# Mercury Sea Pro 25 hp 1999 Manual



## wellmanj (Feb 4, 2013)

Does anyone have a PDF copy of a service manual they'd be willing to email me for a 1999 Mercury Sea Pro. My SN starts with 0G80. Just picked it up on a whim and don't even know if it runs, but it'll be a good time trying to make it work. I have no idea what size the 3 blade prop is because the numbers are all messed up. It says (corroded)38 X 13P. What's normal for this size motor?
Also, does anyone have any tips for me about this motor. Any insight is appreciated.


----------



## creekfreak (Jan 8, 2013)

Go to tohatsu.com That motor is a tohatsu.Or pm me your email and ill send you a PDF


----------



## HaMm3r (Dec 11, 2006)

You sure that's a Tohatsu Creek? The partial SN# he listed falls into the range for the Mercury-built motors, same as mine.

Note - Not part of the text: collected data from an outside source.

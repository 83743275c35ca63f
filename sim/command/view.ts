/**
 * `rungsight view`: serves the viewer, and a results folder or a study, on 127.0.0.1 to this machine's browser only.
 *
 * Files are read where they lie, by byte range, and never outside the folders given. The Host header is checked, so
 * that a page elsewhere cannot reach the folder through a name that points here. Nothing is ever written.
 */
import { createReadStream, existsSync, readFileSync, realpathSync, statSync } from 'node:fs';
import { createServer, type IncomingMessage, type Server, type ServerResponse } from 'node:http';
import type { AddressInfo } from 'node:net';
import { basename, dirname, extname, join, resolve, sep } from 'node:path';
import { fileURLToPath } from 'node:url';
import type { Command } from 'commander';
import { InputError } from '../../network/errors.js';
import { studyFile } from './study-files.js';

export interface ViewerOptions {
  /** A results folder. */
  readonly dir?: string;
  /** A study file, run in the page. */
  readonly study?: string;
  /** 0 or absent: any free port. */
  readonly port?: number;
  /** The built viewer; found beside the program when absent. */
  readonly site?: string;
}

export interface RunningViewer {
  readonly url: string;
  close(): Promise<void>;
}

const TYPES: Readonly<Record<string, string>> = {
  '.html': 'text/html; charset=utf-8',
  '.js': 'text/javascript; charset=utf-8',
  '.css': 'text/css; charset=utf-8',
  '.svg': 'image/svg+xml',
  '.json': 'application/json; charset=utf-8',
  '.yaml': 'text/plain; charset=utf-8',
  '.yml': 'text/plain; charset=utf-8',
  '.md': 'text/plain; charset=utf-8',
  '.csv': 'text/csv; charset=utf-8',
  '.woff2': 'font/woff2',
  '.woff': 'font/woff',
  '.png': 'image/png',
  '.parquet': 'application/vnd.apache.parquet',
  '.graphml': 'application/xml; charset=utf-8',
};

const POLICY =
  "default-src 'none'; script-src 'self'; worker-src 'self'; style-src 'self'; font-src 'self'; " +
  "img-src 'self' data: blob:; connect-src 'self'; base-uri 'none'; form-action 'none'; frame-ancestors 'none'";
/** The engine's worker may compile its inner loops (WebAssembly); still no script from a text. */
const WORKER_POLICY = POLICY.replace("script-src 'self'", "script-src 'self' 'wasm-unsafe-eval'");
/** The report is one page with its own style and no script. */
const REPORT_POLICY =
  "default-src 'none'; style-src 'unsafe-inline'; img-src data:; font-src data:; base-uri 'none'; form-action 'none'; frame-ancestors 'none'";

/**
 * Serves until closed.
 *
 * `/` is the viewer, `/results/…` the results folder, `/study/…` the study file and what lies in its folder, and
 * `/opened.json` says which of the two there is.
 *
 * @throws {InputError} when the folder or the study is not there, or the viewer has not been built
 */
export async function serveViewer(options: ViewerOptions): Promise<RunningViewer> {
  const site = options.site ?? findSite();
  const roots: Record<string, string> = {};
  let opened: Record<string, string> = {};
  if (options.dir !== undefined) {
    const dir = existing(options.dir, 'results folder');
    if (!existsSync(join(dir, 'manifest.json')))
      throw new InputError({
        code: 'not-results',
        place: options.dir,
        problem: 'has no manifest.json, so it is not a results folder',
        remedy: 'give the folder that `rungsight run STUDY --out DIR` wrote',
      });
    roots.results = dir;
    opened = { results: 'results/', name: basename(dir) };
  } else if (options.study !== undefined) {
    const file = existing(options.study, 'study file');
    roots.study = dirname(file);
    opened = { study: `study/${encodeURIComponent(basename(file))}`, name: basename(file) };
  }
  const server = createServer((request, response) => {
    try {
      answer(request, response, site, roots, opened);
    } catch {
      refuse(response, 500, 'The file could not be read.');
    }
  });
  await listen(server, options.port ?? 0);
  const { port } = server.address() as AddressInfo;
  return {
    url: `http://127.0.0.1:${port}/`,
    close: () =>
      new Promise((done) => {
        server.closeAllConnections();
        server.close(() => done());
      }),
  };
}

function listen(server: Server, port: number): Promise<void> {
  return new Promise((done, failed) => {
    server.once('error', (error: NodeJS.ErrnoException) => {
      failed(
        error.code === 'EADDRINUSE' || error.code === 'EACCES'
          ? new InputError({
              code: 'port-taken',
              place: '--port',
              problem: `port ${port} cannot be used (${error.code})`,
              remedy: 'give another port, or leave --port out to take any free one',
            })
          : error,
      );
    });
    server.listen(port, '127.0.0.1', () => done());
  });
}

function existing(path: string, what: string): string {
  if (!existsSync(path))
    throw new InputError({
      code: 'not-found',
      place: path,
      problem: `there is no such ${what}`,
      remedy: 'check the path',
    });
  return realpathSync(path);
}

/** The built viewer, from the compiled program and from the sources alike. */
function findSite(): string {
  const here = dirname(fileURLToPath(import.meta.url));
  for (const candidate of ['../../viewer', '../../dist/viewer']) {
    const site = resolve(here, candidate);
    // the sources have an index.html too: only the built one has assets
    if (existsSync(join(site, 'index.html')) && existsSync(join(site, 'assets'))) return realpathSync(site);
  }
  throw new InputError({
    code: 'viewer-not-built',
    place: 'viewer',
    problem: 'the viewer has not been built',
    remedy: 'run `npm run build:viewer` in the checkout',
  });
}

function answer(
  request: IncomingMessage,
  response: ServerResponse,
  site: string,
  roots: Readonly<Record<string, string>>,
  opened: Readonly<Record<string, string>>,
): void {
  const port = request.socket.localPort;
  const host = request.headers.host;
  if (host !== `127.0.0.1:${port}` && host !== `localhost:${port}`)
    return void refuse(response, 421, 'This address is not served here.');
  if (request.method !== 'GET' && request.method !== 'HEAD') {
    response.setHeader('Allow', 'GET, HEAD');
    return void refuse(response, 405, 'Only reading is possible.');
  }
  let path: string;
  try {
    path = decodeURIComponent((request.url ?? '/').split('?', 1)[0]);
  } catch {
    return void refuse(response, 400, 'The address is malformed.');
  }
  if (path.includes('\0')) return void refuse(response, 400, 'The address is malformed.');
  if (path === '/opened.json') {
    const body = JSON.stringify(opened);
    head(response, 200, TYPES['.json'], POLICY);
    response.setHeader('Content-Length', Buffer.byteLength(body));
    response.end(request.method === 'HEAD' ? undefined : body);
    return;
  }
  const [, first, ...rest] = path.split('/');
  const root = Object.hasOwn(roots, first) ? roots[first] : site;
  const inside = root === site ? path.slice(1) || 'index.html' : rest.join('/');
  const file = within(root, inside);
  if (file === null) return void refuse(response, 404, 'There is no such file.');
  const name = basename(file);
  const policy =
    root !== site && name === 'report.html' ? REPORT_POLICY : name.startsWith('engine.worker') ? WORKER_POLICY : POLICY;
  send(request, response, file, policy);
}

/** The real path of a file inside a root, or null: links that lead outside count as absent. */
function within(root: string, path: string): string | null {
  const wanted = resolve(root, path);
  if (!wanted.startsWith(root + sep) || path.split('/').some((part) => part.startsWith('.'))) return null;
  let real: string;
  try {
    real = realpathSync(wanted);
  } catch {
    return null;
  }
  return real.startsWith(root + sep) && statSync(real).isFile() ? real : null;
}

function send(request: IncomingMessage, response: ServerResponse, file: string, policy: string): void {
  const { size } = statSync(file);
  const range = /^bytes=(\d*)-(\d*)$/.exec(request.headers.range ?? '');
  let from = 0;
  let to = size - 1;
  if (range !== null && (range[1] !== '' || range[2] !== '')) {
    if (range[1] === '') from = Math.max(0, size - Number(range[2]));
    else {
      from = Number(range[1]);
      if (range[2] !== '') to = Math.min(to, Number(range[2]));
    }
    if (from > to || from >= size) {
      response.setHeader('Content-Range', `bytes */${size}`);
      return void refuse(response, 416, 'The file is shorter than that.');
    }
    head(response, 206, TYPES[extname(file)] ?? 'application/octet-stream', policy);
    response.setHeader('Content-Range', `bytes ${from}-${to}/${size}`);
  } else {
    head(response, 200, TYPES[extname(file)] ?? 'application/octet-stream', policy);
  }
  response.setHeader('Accept-Ranges', 'bytes');
  response.setHeader('Content-Length', Math.max(0, to - from + 1));
  if (request.method === 'HEAD' || size === 0) {
    response.end();
    return;
  }
  // small files whole: no stream left open when the reader goes away
  if (to - from < 65536 && from === 0 && to === size - 1) {
    response.end(readFileSync(file));
    return;
  }
  const stream = createReadStream(file, { start: from, end: to });
  stream.on('error', () => response.destroy());
  response.on('close', () => stream.destroy());
  stream.pipe(response);
}

function head(response: ServerResponse, status: number, type: string, policy: string): void {
  response.statusCode = status;
  response.setHeader('Content-Type', type);
  response.setHeader('Content-Security-Policy', policy);
  response.setHeader('X-Content-Type-Options', 'nosniff');
  response.setHeader('Referrer-Policy', 'no-referrer');
  response.setHeader('Cross-Origin-Resource-Policy', 'same-origin');
  response.setHeader('Cross-Origin-Opener-Policy', 'same-origin');
  response.setHeader('Cache-Control', 'no-cache');
}

function refuse(response: ServerResponse, status: number, says: string): void {
  if (response.headersSent) {
    response.destroy();
    return;
  }
  head(response, status, 'text/plain; charset=utf-8', POLICY);
  response.end(`${says}\n`);
}

/** Adds `view` to the program. */
export function viewCommand(program: Command): void {
  program
    .command('view')
    .description('watch a results folder or a study in the browser')
    .argument(
      '[DIR or STUDY]',
      'a results folder, or a study (a file, or a built-in one by name) to run in the page; without it the first built-in',
    )
    .option('--port <number>', 'port on 127.0.0.1 (any free one)')
    .addHelpText('after', '\nExample:\n  rungsight view results/villages-apart')
    .action(async (path: string | undefined, flags: { port?: string }) => {
      const port = flags.port === undefined ? 0 : Number(flags.port);
      if (!Number.isInteger(port) || port < 0 || port > 65535)
        throw new InputError({
          code: 'bad-port',
          place: '--port',
          problem: `${flags.port} is not a port`,
          remedy: 'give a whole number from 0 to 65535',
        });
      let what: { dir?: string; study?: string } = {};
      if (path !== undefined)
        what = statSync(path, { throwIfNoEntry: false })?.isDirectory()
          ? { dir: path }
          : { study: existing(studyFile(path), 'folder or study file') };
      const viewer = await serveViewer({ ...what, port });
      console.log(`The viewer is at ${viewer.url} (Ctrl-C ends it)`);
      await new Promise<void>((done) => {
        process.once('SIGINT', () => done());
        process.once('SIGTERM', () => done());
      });
      await viewer.close();
    });
}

I have a copy you can grab from here...
MercMarinerSeapro20-25


----------



## wellmanj (Feb 4, 2013)

Here are some images of the inside of my 25 Sea Pro (1st) then side shots of a 25 or 30 Tohatsu I use to have.  The 25 Sea Pro resembles all other small Mercury motors I've had over the years that ranged in the 1990's.  The Tohatsu looks a lot different.  I've read comments on a few sites where people say they are the same motor and if I need parts for them to shop Tohatsu parts, but after looking at the motors side by side I don't think they're the same. 

Here are the images:  
Sea Pro:

 


Tohatsu:


----------



## wellmanj (Feb 4, 2013)

Also, this is under the cowl...


----------



## HaMm3r (Dec 11, 2006)

The top motor is Mercury, not Hatsu and parts are readily available at any Merc parts dealer. The shop manual link I posted is for that motor. Have fun getting her running. If compression and the gear case are good, the rest should be cake.


----------



## wellmanj (Feb 4, 2013)

I cleaned the Carb yesterday which was nastier than any carb I'd ever cleaned. I ordered some parts through boats.net which haven't arrived, so I put it all back together with what I had.  I changed the gear oil and took it out in the river for a test.  The motor took some time starting. Not sure, but the weather may have had something to do with that. Temps were in the 50's here when I was starting it.  It would start, but would die quickly there after. I had to keep it revved up for a while before it would stay running.  
It ran in Fwd and Rev at slow speeds just fine and when I ran at WOT it would lose power then regain power and so on. I figure that is because of the messed up diaphragms in the fuel pump.   
It doesn't seem to like to sit at idle, but I've read that may be normal for them. I may mess around with the screws around the carb to see if I can get it to idle better, or does anyone have any suggestions about this?


----------



## HaMm3r (Dec 11, 2006)

Rebuild the carb, new fuel filter and spark plugs before anything else. Make sure your fuel lines and primer bulb are in good shape, with no leaks. All that is inexpensive and it'll potentially run a lot better.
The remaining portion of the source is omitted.